Pull every line containing "struck" out of the listing below.

——

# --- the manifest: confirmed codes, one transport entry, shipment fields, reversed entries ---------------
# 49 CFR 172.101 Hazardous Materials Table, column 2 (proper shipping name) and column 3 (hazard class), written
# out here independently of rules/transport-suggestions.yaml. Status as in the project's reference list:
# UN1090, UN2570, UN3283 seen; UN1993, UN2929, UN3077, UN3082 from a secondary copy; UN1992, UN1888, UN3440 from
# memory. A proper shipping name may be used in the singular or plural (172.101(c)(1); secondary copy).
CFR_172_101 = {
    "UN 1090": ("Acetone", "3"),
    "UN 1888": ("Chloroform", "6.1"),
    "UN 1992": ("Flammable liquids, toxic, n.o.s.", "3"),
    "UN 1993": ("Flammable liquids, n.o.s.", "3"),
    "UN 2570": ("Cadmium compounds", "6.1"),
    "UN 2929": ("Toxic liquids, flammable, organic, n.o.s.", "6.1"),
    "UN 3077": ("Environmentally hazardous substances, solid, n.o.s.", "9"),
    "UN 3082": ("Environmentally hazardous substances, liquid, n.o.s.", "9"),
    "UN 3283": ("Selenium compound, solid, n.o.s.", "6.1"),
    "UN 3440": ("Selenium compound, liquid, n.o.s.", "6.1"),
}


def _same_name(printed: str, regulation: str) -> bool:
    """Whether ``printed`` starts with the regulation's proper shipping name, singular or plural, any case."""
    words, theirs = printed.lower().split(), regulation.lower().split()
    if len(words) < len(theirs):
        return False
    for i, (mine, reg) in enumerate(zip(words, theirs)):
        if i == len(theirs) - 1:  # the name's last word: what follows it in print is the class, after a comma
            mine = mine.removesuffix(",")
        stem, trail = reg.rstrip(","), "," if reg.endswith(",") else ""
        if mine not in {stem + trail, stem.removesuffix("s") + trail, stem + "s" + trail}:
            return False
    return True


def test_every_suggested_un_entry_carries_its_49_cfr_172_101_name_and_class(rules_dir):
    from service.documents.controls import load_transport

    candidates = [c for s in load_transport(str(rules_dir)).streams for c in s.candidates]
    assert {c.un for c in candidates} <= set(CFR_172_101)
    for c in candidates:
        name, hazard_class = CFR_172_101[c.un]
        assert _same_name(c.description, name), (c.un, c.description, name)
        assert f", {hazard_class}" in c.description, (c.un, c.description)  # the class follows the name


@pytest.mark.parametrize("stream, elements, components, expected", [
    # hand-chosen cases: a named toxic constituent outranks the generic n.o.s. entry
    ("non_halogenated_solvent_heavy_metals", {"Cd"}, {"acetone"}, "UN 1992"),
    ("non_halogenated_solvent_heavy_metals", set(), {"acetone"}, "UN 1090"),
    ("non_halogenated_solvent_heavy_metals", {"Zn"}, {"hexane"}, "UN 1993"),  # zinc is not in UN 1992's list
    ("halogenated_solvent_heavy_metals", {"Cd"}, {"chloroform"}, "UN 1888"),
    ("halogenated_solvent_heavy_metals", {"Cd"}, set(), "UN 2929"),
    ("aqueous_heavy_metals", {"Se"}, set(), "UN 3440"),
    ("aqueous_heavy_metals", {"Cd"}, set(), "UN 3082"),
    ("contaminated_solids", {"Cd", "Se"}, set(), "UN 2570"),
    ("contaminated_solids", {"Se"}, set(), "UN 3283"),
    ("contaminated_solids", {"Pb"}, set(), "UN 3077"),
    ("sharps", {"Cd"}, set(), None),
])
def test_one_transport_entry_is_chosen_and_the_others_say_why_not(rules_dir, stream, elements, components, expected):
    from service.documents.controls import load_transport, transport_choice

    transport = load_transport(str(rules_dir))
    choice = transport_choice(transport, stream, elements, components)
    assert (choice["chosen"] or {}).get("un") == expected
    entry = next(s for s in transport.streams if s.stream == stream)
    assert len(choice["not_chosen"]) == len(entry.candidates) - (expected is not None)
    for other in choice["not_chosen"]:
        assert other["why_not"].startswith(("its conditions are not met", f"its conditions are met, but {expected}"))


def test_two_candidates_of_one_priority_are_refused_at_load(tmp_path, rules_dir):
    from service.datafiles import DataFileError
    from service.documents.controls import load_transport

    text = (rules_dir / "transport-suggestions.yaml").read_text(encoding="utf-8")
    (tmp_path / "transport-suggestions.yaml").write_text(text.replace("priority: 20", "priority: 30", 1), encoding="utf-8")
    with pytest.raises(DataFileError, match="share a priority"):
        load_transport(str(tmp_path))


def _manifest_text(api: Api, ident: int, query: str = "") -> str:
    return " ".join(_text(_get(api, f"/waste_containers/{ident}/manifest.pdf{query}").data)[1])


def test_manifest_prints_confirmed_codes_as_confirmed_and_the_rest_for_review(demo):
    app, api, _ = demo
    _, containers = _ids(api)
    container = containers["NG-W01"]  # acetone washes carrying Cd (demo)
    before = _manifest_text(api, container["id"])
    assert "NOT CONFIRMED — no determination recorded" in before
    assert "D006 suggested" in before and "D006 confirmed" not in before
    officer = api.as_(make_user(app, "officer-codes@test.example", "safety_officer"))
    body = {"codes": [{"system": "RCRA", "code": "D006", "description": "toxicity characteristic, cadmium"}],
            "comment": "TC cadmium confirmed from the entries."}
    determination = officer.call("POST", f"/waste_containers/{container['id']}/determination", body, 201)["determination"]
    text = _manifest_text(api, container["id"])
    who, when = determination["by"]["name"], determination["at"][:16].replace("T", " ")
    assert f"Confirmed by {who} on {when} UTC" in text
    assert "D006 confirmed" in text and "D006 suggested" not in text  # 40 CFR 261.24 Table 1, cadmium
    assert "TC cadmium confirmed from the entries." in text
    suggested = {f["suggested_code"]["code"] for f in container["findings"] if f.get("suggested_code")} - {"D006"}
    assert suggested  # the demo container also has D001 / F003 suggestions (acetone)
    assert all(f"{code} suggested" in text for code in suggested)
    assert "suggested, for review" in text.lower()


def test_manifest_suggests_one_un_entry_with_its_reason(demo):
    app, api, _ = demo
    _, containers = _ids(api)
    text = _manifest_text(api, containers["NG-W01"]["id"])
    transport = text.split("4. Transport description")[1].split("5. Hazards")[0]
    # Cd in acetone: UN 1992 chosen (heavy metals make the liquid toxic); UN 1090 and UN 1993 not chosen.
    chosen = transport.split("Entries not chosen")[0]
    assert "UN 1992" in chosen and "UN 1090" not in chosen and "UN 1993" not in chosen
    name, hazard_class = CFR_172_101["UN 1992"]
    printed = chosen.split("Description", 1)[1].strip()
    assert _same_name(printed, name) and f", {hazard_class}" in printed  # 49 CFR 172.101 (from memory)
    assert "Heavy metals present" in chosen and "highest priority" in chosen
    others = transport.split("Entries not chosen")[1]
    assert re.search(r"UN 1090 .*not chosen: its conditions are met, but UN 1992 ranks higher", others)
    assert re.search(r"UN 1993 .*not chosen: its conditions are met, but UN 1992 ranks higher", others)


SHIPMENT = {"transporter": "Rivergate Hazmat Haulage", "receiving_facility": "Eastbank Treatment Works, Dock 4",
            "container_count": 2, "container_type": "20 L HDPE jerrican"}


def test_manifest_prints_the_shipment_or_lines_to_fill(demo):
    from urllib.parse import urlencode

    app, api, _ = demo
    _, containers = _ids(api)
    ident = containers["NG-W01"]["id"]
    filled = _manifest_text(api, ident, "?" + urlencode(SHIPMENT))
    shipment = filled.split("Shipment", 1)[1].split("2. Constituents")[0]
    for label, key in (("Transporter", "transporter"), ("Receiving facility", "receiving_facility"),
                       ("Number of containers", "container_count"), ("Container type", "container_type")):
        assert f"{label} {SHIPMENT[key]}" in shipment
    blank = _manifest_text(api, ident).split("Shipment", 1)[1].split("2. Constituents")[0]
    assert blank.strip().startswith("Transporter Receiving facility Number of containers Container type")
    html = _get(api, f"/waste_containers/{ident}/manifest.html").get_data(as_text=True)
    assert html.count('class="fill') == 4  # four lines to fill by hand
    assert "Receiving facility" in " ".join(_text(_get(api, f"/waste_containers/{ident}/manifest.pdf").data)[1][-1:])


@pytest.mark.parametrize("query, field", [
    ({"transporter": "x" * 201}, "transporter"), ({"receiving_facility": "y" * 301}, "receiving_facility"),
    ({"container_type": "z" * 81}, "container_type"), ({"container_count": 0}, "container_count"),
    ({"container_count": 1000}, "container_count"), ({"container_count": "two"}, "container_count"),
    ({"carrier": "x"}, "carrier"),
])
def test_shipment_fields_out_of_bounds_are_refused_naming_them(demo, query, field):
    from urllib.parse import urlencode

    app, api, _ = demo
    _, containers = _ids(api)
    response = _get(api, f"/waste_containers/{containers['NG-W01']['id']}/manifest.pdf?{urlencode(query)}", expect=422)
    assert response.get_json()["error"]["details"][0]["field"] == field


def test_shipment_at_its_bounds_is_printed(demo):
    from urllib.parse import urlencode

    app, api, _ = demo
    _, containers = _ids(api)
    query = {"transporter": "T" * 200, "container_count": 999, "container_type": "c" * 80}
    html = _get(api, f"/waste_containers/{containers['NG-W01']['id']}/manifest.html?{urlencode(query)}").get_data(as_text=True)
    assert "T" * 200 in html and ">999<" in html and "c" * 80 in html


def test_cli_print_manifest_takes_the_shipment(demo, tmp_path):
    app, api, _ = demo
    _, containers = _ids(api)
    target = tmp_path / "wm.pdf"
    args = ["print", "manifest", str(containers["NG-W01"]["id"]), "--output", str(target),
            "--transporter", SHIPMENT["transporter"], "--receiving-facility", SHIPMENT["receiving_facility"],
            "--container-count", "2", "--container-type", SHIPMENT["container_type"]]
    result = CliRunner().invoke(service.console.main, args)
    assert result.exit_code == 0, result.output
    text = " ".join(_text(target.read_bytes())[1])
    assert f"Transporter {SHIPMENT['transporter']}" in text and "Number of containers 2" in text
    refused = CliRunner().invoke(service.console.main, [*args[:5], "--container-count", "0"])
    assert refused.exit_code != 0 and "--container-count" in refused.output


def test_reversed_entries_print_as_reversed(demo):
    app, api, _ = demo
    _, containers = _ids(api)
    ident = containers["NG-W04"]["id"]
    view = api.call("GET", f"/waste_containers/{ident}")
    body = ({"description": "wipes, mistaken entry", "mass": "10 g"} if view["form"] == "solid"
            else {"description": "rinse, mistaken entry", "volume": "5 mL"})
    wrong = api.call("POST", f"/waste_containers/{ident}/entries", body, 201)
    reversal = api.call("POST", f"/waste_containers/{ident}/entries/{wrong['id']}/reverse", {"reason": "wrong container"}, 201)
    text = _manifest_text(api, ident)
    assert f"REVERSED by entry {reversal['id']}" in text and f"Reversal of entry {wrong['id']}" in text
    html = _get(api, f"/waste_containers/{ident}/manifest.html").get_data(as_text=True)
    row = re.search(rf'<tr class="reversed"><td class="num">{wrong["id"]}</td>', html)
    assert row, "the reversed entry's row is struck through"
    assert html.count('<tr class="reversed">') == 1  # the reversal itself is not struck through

——

■ Exercise answer ■
    assert row, "the reversed entry's row is struck through"
    assert html.count('<tr class="reversed">') == 1  # the reversal itself is not struck through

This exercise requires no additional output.